● **Excerpted data**
——————————

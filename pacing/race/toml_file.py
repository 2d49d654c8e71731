"""A TOML file from disk, with every way it can be unusable told in plain words."""

from __future__ import annotations

import os
import re
import tomllib
from collections.abc import Mapping
from dataclasses import dataclass
from functools import cached_property
from pathlib import Path
from typing import Any

from pacing.errors import UnusableInputError
from pacing.race import lines

MOST_BYTES = 1_000_000
DEEPEST = 32
_TOO_DEEP = re.compile(
    r"""(?<![\w"'.-])(?:[\w"'-]++[ \t]*+\.[ \t]*+){%d}""" % DEEPEST  # noqa: UP031
)
_PLACE = re.compile(r" \(at line (\d+), column (\d+)\)$")


@dataclass(frozen=True)
class TomlFile:
    """One file: its path as the user named it, its table, its text."""

    file: Path
    table: dict[str, Any]
    text: str

    @cached_property
    def _lines(self) -> Mapping[lines.Path, int]:
        return lines.key_lines(self.text)

    def line_of(self, path: lines.Path) -> int | None:
        """The line of a key, where it can be known."""
        return lines.line_of(self._lines, path)


def read_toml(file: Path | str, *, what: str = "a race file (TOML)") -> TomlFile:
    """The file's table; a byte-order mark and Windows line ends are allowed.

    Raises `UnusableInputError`: no such file, a folder, unreadable, empty, larger than
    ``MOST_BYTES``, not UTF-8, not TOML (with its line), nested too deeply.
    """
    file = Path(file)
    text = _text_of(_bytes_of(file, what), file)
    if not text.strip():
        raise UnusableInputError("the file is empty", file=file, expected=what)
    return TomlFile(file, _parsed(text, file), text)


def _bytes_of(file: Path, what: str) -> bytes:
    try:
        with file.open("rb") as stream:
            data = stream.read(MOST_BYTES + 1)
    except FileNotFoundError:
        raise UnusableInputError("no such file", file=file, expected=what) from None
    except IsADirectoryError:
        raise UnusableInputError("a folder", file=file, expected=what) from None
    except ValueError:
        raise UnusableInputError("not a file name", file=repr(str(file)), expected=what) from None
    except OSError as problem:
        if os.path.isdir(file):  # noqa: PTH112 - does not raise on a name too long
            raise UnusableInputError("a folder", file=file, expected=what) from None
        reason = problem.strerror or type(problem).__name__
        raise UnusableInputError(f"cannot be read ({reason})", file=file) from None
    if len(data) > MOST_BYTES:
        raise UnusableInputError(
            f"larger than {MOST_BYTES / 1e6:g} MB", file=file, expected=f"{what}, a few kB"
        )
    return data


def _text_of(data: bytes, file: Path) -> str:
    try:
        return data.decode("utf-8-sig")
    except UnicodeDecodeError as problem:
        raise UnusableInputError(
            f"not UTF-8 text (byte 0x{data[problem.start]:02x})",
            file=file,
            line=data.count(b"\n", 0, problem.start) + 1,
            mend="save the file as UTF-8",
        ) from None


def _parsed(text: str, file: Path) -> dict[str, Any]:
    if _TOO_DEEP.search(text):
        raise UnusableInputError(
            "tables nested too deeply", file=file, expected=f"at most {DEEPEST} levels"
        )
    try:
        return tomllib.loads(text)
    except RecursionError:
        raise UnusableInputError(
            "tables or lists nested too deeply", file=file, expected=f"at most {DEEPEST} levels"
        ) from None
    except tomllib.TOMLDecodeError as problem:
        words, line = str(problem), _line_in(str(problem), text)
        raise UnusableInputError(f"not TOML: {_plain(words)}", file=file, line=line) from None
    except ValueError:
        raise UnusableInputError("not TOML: a number with too many digits", file=file) from None


_PLAIN = (
    ("Cannot (overwrite|declare|mutate|redefine)|already|Duplicate", "a key or table given twice"),
    (
        "Expected '=' after a key|character for a key|Invalid statement",
        "a line that is not key = value",
    ),
    (
        r"Illegal character '\\n'|Unterminated string|Expected \"'\"|Expected '\"'",
        "text whose quotes do not close",
    ),
    ("Invalid value", "a value that is no number, true, false, clock or text in quotes"),
    (r"Unescaped '\\' in a string", "a \\ in double quotes; single quotes take it as it is"),
    ("Expected newline or end of document", "something after the value that does not belong to it"),
    (r"Expected '\]", "a [table] whose bracket does not close"),
    ("Unclosed array", "a list whose bracket does not close"),
    ("Unclosed inline table|Invalid inline table", "a { table } that does not close on its line"),
)
"""The parser's words, where ours are plainer."""


def _plain(words: str) -> str:
    for pattern, plain in _PLAIN:
        if re.search(pattern, words):
            return plain
    words = re.sub(r" \(at .*\)$", "", words)
    return f"{words[:1].lower()}{words[1:]}"


def _line_in(words: str, text: str) -> int | None:
    found = _PLACE.search(words)
    if found:
        return int(found[1])
    if words.endswith("(at end of document)"):
        return text.rstrip("\n").count("\n") + 1
    return None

——————————

Every line of the material above should be set down again exactly.

● **Solution for this task**
filename pacing/race/toml_file.py
repository 2d49d654c8e71731
"""A TOML file from disk, with every way it can be unusable told in plain words."""

from __future__ import annotations

import os
import re
import tomllib
from collections.abc import Mapping
from dataclasses import dataclass
from functools import cached_property
from pathlib import Path
from typing import Any

from pacing.errors import UnusableInputError
from pacing.race import lines

MOST_BYTES = 1_000_000
DEEPEST = 32
_TOO_DEEP = re.compile(
    r"""(?<![\w"'.-])(?:[\w"'-]++[ \t]*+\.[ \t]*+){%d}""" % DEEPEST  # noqa: UP031
)
_PLACE = re.compile(r" \(at line (\d+), column (\d+)\)$")


@dataclass(frozen=True)
class TomlFile:
    """One file: its path as the user named it, its table, its text."""

    file: Path
    table: dict[str, Any]
    text: str

    @cached_property
    def _lines(self) -> Mapping[lines.Path, int]:
        return lines.key_lines(self.text)

    def line_of(self, path: lines.Path) -> int | None:
        """The line of a key, where it can be known."""
        return lines.line_of(self._lines, path)


def read_toml(file: Path | str, *, what: str = "a race file (TOML)") -> TomlFile:
    """The file's table; a byte-order mark and Windows line ends are allowed.

    Raises `UnusableInputError`: no such file, a folder, unreadable, empty, larger than
    ``MOST_BYTES``, not UTF-8, not TOML (with its line), nested too deeply.
    """
    file = Path(file)
    text = _text_of(_bytes_of(file, what), file)
    if not text.strip():
        raise UnusableInputError("the file is empty", file=file, expected=what)
    return TomlFile(file, _parsed(text, file), text)


def _bytes_of(file: Path, what: str) -> bytes:
    try:
        with file.open("rb") as stream:
            data = stream.read(MOST_BYTES + 1)
    except FileNotFoundError:
        raise UnusableInputError("no such file", file=file, expected=what) from None
    except IsADirectoryError:
        raise UnusableInputError("a folder", file=file, expected=what) from None
    except ValueError:
        raise UnusableInputError("not a file name", file=repr(str(file)), expected=what) from None
    except OSError as problem:
        if os.path.isdir(file):  # noqa: PTH112 - does not raise on a name too long
            raise UnusableInputError("a folder", file=file, expected=what) from None
        reason = problem.strerror or type(problem).__name__
        raise UnusableInputError(f"cannot be read ({reason})", file=file) from None
    if len(data) > MOST_BYTES:
        raise UnusableInputError(
            f"larger than {MOST_BYTES / 1e6:g} MB", file=file, expected=f"{what}, a few kB"
        )
    return data


def _text_of(data: bytes, file: Path) -> str:
    try:
        return data.decode("utf-8-sig")
    except UnicodeDecodeError as problem:
        raise UnusableInputError(
            f"not UTF-8 text (byte 0x{data[problem.start]:02x})",
            file=file,
            line=data.count(b"\n", 0, problem.start) + 1,
            mend="save the file as UTF-8",
        ) from None


def _parsed(text: str, file: Path) -> dict[str, Any]:
    if _TOO_DEEP.search(text):
        raise UnusableInputError(
            "tables nested too deeply", file=file, expected=f"at most {DEEPEST} levels"
        )
    try:
        return tomllib.loads(text)
    except RecursionError:
        raise UnusableInputError(
            "tables or lists nested too deeply", file=file, expected=f"at most {DEEPEST} levels"
        ) from None
    except tomllib.TOMLDecodeError as problem:
        words, line = str(problem), _line_in(str(problem), text)
        raise UnusableInputError(f"not TOML: {_plain(words)}", file=file, line=line) from None
    except ValueError:
        raise UnusableInputError("not TOML: a number with too many digits", file=file) from None


_PLAIN = (
    ("Cannot (overwrite|declare|mutate|redefine)|already|Duplicate", "a key or table given twice"),
    (
        "Expected '=' after a key|character for a key|Invalid statement",
        "a line that is not key = value",
    ),
    (
        r"Illegal character '\\n'|Unterminated string|Expected \"'\"|Expected '\"'",
        "text whose quotes do not close",
    ),
    ("Invalid value", "a value that is no number, true, false, clock or text in quotes"),
    (r"Unescaped '\\' in a string", "a \\ in double quotes; single quotes take it as it is"),
    ("Expected newline or end of document", "something after the value that does not belong to it"),
    (r"Expected '\]", "a [table] whose bracket does not close"),
    ("Unclosed array", "a list whose bracket does not close"),
    ("Unclosed inline table|Invalid inline table", "a { table } that does not close on its line"),
)
"""The parser's words, where ours are plainer."""


def _plain(words: str) -> str:
    for pattern, plain in _PLAIN:
        if re.search(pattern, words):
            return plain
    words = re.sub(r" \(at .*\)$", "", words)
    return f"{words[:1].lower()}{words[1:]}"


def _line_in(words: str, text: str) -> int | None:
    found = _PLACE.search(words)
    if found:
        return int(found[1])
    if words.endswith("(at end of document)"):
        return text.rstrip("\n").count("\n") + 1
    return None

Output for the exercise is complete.